Mortenson Center in Global Engineering, University of Colorado Boulder, Boulder, CO, USA.
Mortenson Center in Global Engineering, University of Colorado Boulder, Boulder, CO, USA; Regional Centre for Mapping of Resources for Development, Nairobi, Kenya; Environmental Studies, University of Colorado Boulder, Boulder, CO, USA.
Sci Total Environ. 2022 Jul 20;831:154453. doi: 10.1016/j.scitotenv.2022.154453. Epub 2022 Mar 25.

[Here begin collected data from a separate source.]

import { inRange } from './check-input';
import { huberRegression } from './huber-regression';
import { EPS, LARGEST, corrected, measureExtent } from './plane-solution';
import { solvePlane } from './plane-solve';
import type { HuberPlane, PlanePoint } from './types';

/** 95 % as efficient as least squares where the noise is normal (Huber 1981; from memory). */
const USUAL_K = 1.345;

/**
 * The plane that most shots agree on: Huber's M-estimate of z = a + b·x + c·y, k = 1.345, scale = median|residual| ÷ 0.6745. A shot further off than
 * k scales pulls only as hard as one just there.
 *
 * `weights` in the order given: 1 inside, less beyond; `scale` in z's unit, 0 where more than half of the points lie exactly on the plane. Collinear
 * points give the rise along their line and none across it; one place, or fewer than three points, a level plane.
 * Source: Huber (1981); R's MASS::rlm to convergence. Accuracy 1e-9 against the 40-digit fixed point.
 * @throws AnalysisError 'no-points', 'not-finite', 'not-positive' (a weight, k), 'out-of-range', 'no-convergence'
 */
export function fitPlaneHuber(points: readonly PlanePoint[], k: number = USUAL_K): HuberPlane {
  const extent = measureExtent(points);
  const solution = solvePlane(points, extent);
  // In the orthogonal coordinates, about the mean, and about the least squares plane: nothing far off or nearly parallel is left to lose digits to.
  const columns = [solution.p, solution.q].slice(0, solution.rank - 1).map((column) => Array.from(column));
  const noise = Math.max(8 * EPS * extent.maxZ, 1 / LARGEST);
  const weights = points.map(({ weight = 1 }) => weight);
  const huber = huberRegression(columns, Array.from(solution.residuals), { k, weights, noise });
  const { a, b, c } = corrected(solution, huber.coefficients);
  return {
    a: inRange('a', a),
    b: inRange('b', b),
    c: inRange('c', c),
    scale: huber.scale,
    weights: huber.weights,
    iterations: huber.iterations,
  };
}
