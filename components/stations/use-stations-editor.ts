import { useState } from 'react';
import { AnalysisError, type Nm } from '@/analysis';
import { toTheMark, unitsOf } from '@/components/lengths/job-units';
import { lengthRefusal } from '@/components/lengths/length-field';
import { printRound } from '@/components/lengths/print-length';
import { readLength, type LengthRule } from '@/components/lengths/read-length';
import { useAddStation, useChangeStation, useRemoveStation, useSetStations } from '@/hooks/api/footing-queries';
import { i18n } from '@/hooks/i18n/i18n';
import type { Footing } from '@/shared/api/footing-schemas';
import type { Job } from '@/shared/api/job-endpoints';
import { previewStations, SPACING_LIMITS, standingStations, usualSpacing } from './station-preview';

/** Null where the text does not read; the field says why. */
function readOrNull(text: string, rule: LengthRule): Nm | null {
  try {
    return readLength(text, rule);
  } catch (error) {
    if (error instanceof AnalysisError) return null;
    throw error;
  }
}

/** The spacing as it is typed, and the stations that it would put. */
function useSpacing(footing: Footing, job: Job) {
  const style = job.unitStyle;
  const [text, setText] = useState(printRound(footing.spacing ?? usualSpacing(style), style));
  const rule: LengthRule = { style, bareDecimal: 'feet' };
  const spacing = readOrNull(text, rule);
  const print = (length: Nm) => printRound(length, style);
  const outside =
    spacing === null
      ? null
      : spacing < SPACING_LIMITS.least
        ? i18n.t('stations:spacing.least', { least: print(SPACING_LIMITS.least) })
        : spacing > SPACING_LIMITS.most
          ? i18n.t('stations:spacing.most', { most: print(SPACING_LIMITS.most) })
          : null;
  return {
    text,
    setText,
    rule,
    spacing: outside === null ? spacing : null,
    refusal: outside ?? undefined,
    /** Further apart than a straightedge of 10 ft or 3 m can be judged on. */
    tooWide: spacing !== null && outside === null && spacing > usualSpacing(style),
    usual: usualSpacing(style),
    edge: 2 * usualSpacing(style),
    print,
  };
}

/** A station to add by its distance along the walk. */
function useAdding(footing: Footing, job: Job) {
  const units = unitsOf(job);
  const rule: LengthRule = { style: units.style, sign: 'not-negative', bareDecimal: 'feet' };
  const [text, setText] = useState('');
  const [refusal, setRefusal] = useState<string | null>(null);
  const adding = useAddStation(footing.id);
  const walk = footing.runs.reduce((sum, run) => sum + run.length, 0);
  const add = async () => {
    const unread = lengthRefusal(text, rule);
    if (unread !== null) return setRefusal(unread);
    const at = readLength(text, rule);
    if (at > walk) return setRefusal(i18n.t('stations:add.past', { length: toTheMark(walk, units) }));
    if (footing.stations.some((station) => station.at === at)) {
      return setRefusal(i18n.t('stations:add.taken', { at: toTheMark(at, units) }));
    }
    const added = await adding.mutateAsync(at).catch(() => null);
    if (added) setText('');
  };
  const type = (typed: string) => {
    setText(typed);
    setRefusal(null);
  };
  return { text, type, rule, refusal: refusal ?? undefined, add, busy: adding.isPending, error: adding.error };
}

/** Everything that the stations screen shows and does. */
export function useStationsEditor(footing: Footing, job: Job) {
  const spacing = useSpacing(footing, job);
  const laying = useSetStations(footing.id);
  const preview = spacing.spacing === null ? null : previewStations(footing, spacing.spacing);
  const standing = footing.stations.length > 0 ? standingStations(footing) : null;
  const asked = standing === null || spacing.spacing !== footing.spacing;
  return {
    spacing,
    preview,
    standing,
    /** What is drawn: what would be laid out while that differs from what stands. */
    shown: asked ? (preview ?? standing) : standing,
    /** The spacing asked for is not the one that stands. */
    asked,
    layOut: async () => {
      if (spacing.spacing !== null) await laying.mutateAsync(spacing.spacing).catch(() => null);
    },
    laying: laying.isPending,
    error: laying.error,
    adding: useAdding(footing, job),
    changing: useChangeStation(),
    removing: useRemoveStation(),
  };
}

export type StationsEditor = ReturnType<typeof useStationsEditor>;
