import { z } from 'zod';

/** Every way in which the API refuses, with its HTTP status. Screens speak from the catalogue by this code. */
export const ERROR_STATUS = {
  'body-malformed': 400,
  'body-invalid': 400,
  'params-invalid': 400,
  'query-invalid': 400,
  'signed-out': 401,
  'sign-in-refused': 401,
  'refresh-refused': 401,
  'role-refused': 403,
  'origin-refused': 403,
  'not-found': 404,
  'method-not-allowed': 405,
  /** Somebody changed the same thing first; load it again. */
  'out-of-date': 409,
  'name-taken': 409,
  'outline-has-shots': 409,
  'station-has-shots': 409,
  'round-closed': 409,
  'body-too-large': 413,
  'body-not-json': 415,
  /** The request is well formed, and says something that cannot be (an outline that crosses itself). */
  'not-possible': 422,
  'too-many-tries': 429,
  'server-fault': 500,
  'database-away': 503,
} as const;

export type ErrorCode = keyof typeof ERROR_STATUS;

/** `fields` says by dotted path what is wrong where; the value is a code of the catalogue, the words are the screen's. */
export const fieldErrorSchema = z.strictObject({
  code: z.string(),
  message: z.string(),
  details: z.record(z.string(), z.unknown()).optional(),
});
export const errorBodySchema = z.strictObject({
  error: z.strictObject({
    code: z.enum(Object.keys(ERROR_STATUS) as [ErrorCode, ...ErrorCode[]]), // Object.keys forgets the key type
    message: z.string(),
    fields: z.record(z.string(), fieldErrorSchema).optional(),
  }),
});
export type ErrorBody = z.infer<typeof errorBodySchema>;
export type FieldError = z.infer<typeof fieldErrorSchema>;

Groundwater is an important source of water for people, livestock, and agriculture during drought in the Horn of Africa. In this work, areas of high groundwater use and demand in drought-prone Kenya were identified and forecasted prior to the dry season. Estimates of groundwater use were extended from a sentinel network of 69 in-situ sensored mechanical boreholes to the region with satellite data and a machine learning model. The sensors contributed 756 site-month observations from June 2017 to September 2021 for model building and validation at a density of approximately one sensor per 3700 km. An ensemble of 19 parameterized algorithms was informed by features including satellite-derived precipitation, surface water availability, vegetation indices, hydrologic land surface modeling, and site characteristics to dichotomize high groundwater pump utilization. Three operational definitions of high demand on groundwater infrastructure were considered: 1) mechanical runtime of pumps greater than a quarter of a day (6+ hr) and daily per capita volume extractions indicative of 2) domestic water needs (35+ L), and 3) intermediate needs including livestock (75+ L). Gridded interpolation of localized groundwater use and demand was provided from 2017 to 2020 and forecasted for the 2021 dry season, June-September 2021. Cross-validated skill for contemporary estimates of daily pump runtime and daily volume extraction to meet domestic and intermediate water needs was 68%, 69%, and 75%, respectively. Forecasts were externally validated with an accuracy of at least 56%, 70%, or 72% for each groundwater use definition. The groundwater maps are accessible to stakeholders including the Kenya National Drought Management Authority (NDMA) and the Famine Early Warning Systems Network (FEWS NET). These maps represent the first operational spatially-explicit sub-seasonal to seasonal (S2S) estimates of groundwater use and demand in the literature. Knowledge of historical and forecasted groundwater use is anticipated to improve decision-making and resource allocation for a range of early warning early action applications.
地下水是非洲之角干旱期间人们、牲畜和农业的重要水源。在这项工作中,在旱季之前,确定并预测了肯尼亚易受干旱影响地区高地下水利用和需求的区域。利用卫星数据和机器学习模型,将地下水利用的估计范围从 69 个现场传感器机械钻孔的监测网络扩展到该地区。这些传感器从 2017 年 6 月到 2021 年 9 月共贡献了 756 个站点月的观测数据,用于在大约每 3700 公里一个传感器的密度下进行模型构建和验证。一组 19 个参数化算法的集合,通过包括卫星衍生降水、地表水可用性、植被指数、水文陆地表面建模和站点特征等特征来提供信息,将高地下水泵利用的区域进行二分法处理。考虑了三种地下水基础设施高需求的操作定义:1)泵的机械运行时间超过一天的四分之一(6 小时以上),并且每天的人均提取量表明 2)生活用水需求(35 升以上),3)包括牲畜在内的中间需求(75 升以上)。从 2017 年到 2020 年,提供了局部地下水利用和需求的网格化插值,并对 2021 年旱季(2021 年 6 月至 9 月)进行了预测。对满足生活和中间用水需求的每日泵运行时间和每日体积提取的当代估计进行交叉验证的准确性分别为 68%、69%和 75%。对于每个地下水利用定义,预测都通过外部验证,其准确性至少为 56%、70%或 72%。地下水图可供利益相关者使用,包括肯尼亚国家干旱管理局(NDMA)和饥荒预警系统网络(FEWS NET)。这些地图代表了文献中首次对地下水利用和需求进行的季节性到季节性(S2S)的操作空间估计。预计对历史和预测地下水利用的了解将改善一系列早期预警早期行动应用程序的决策制定和资源分配。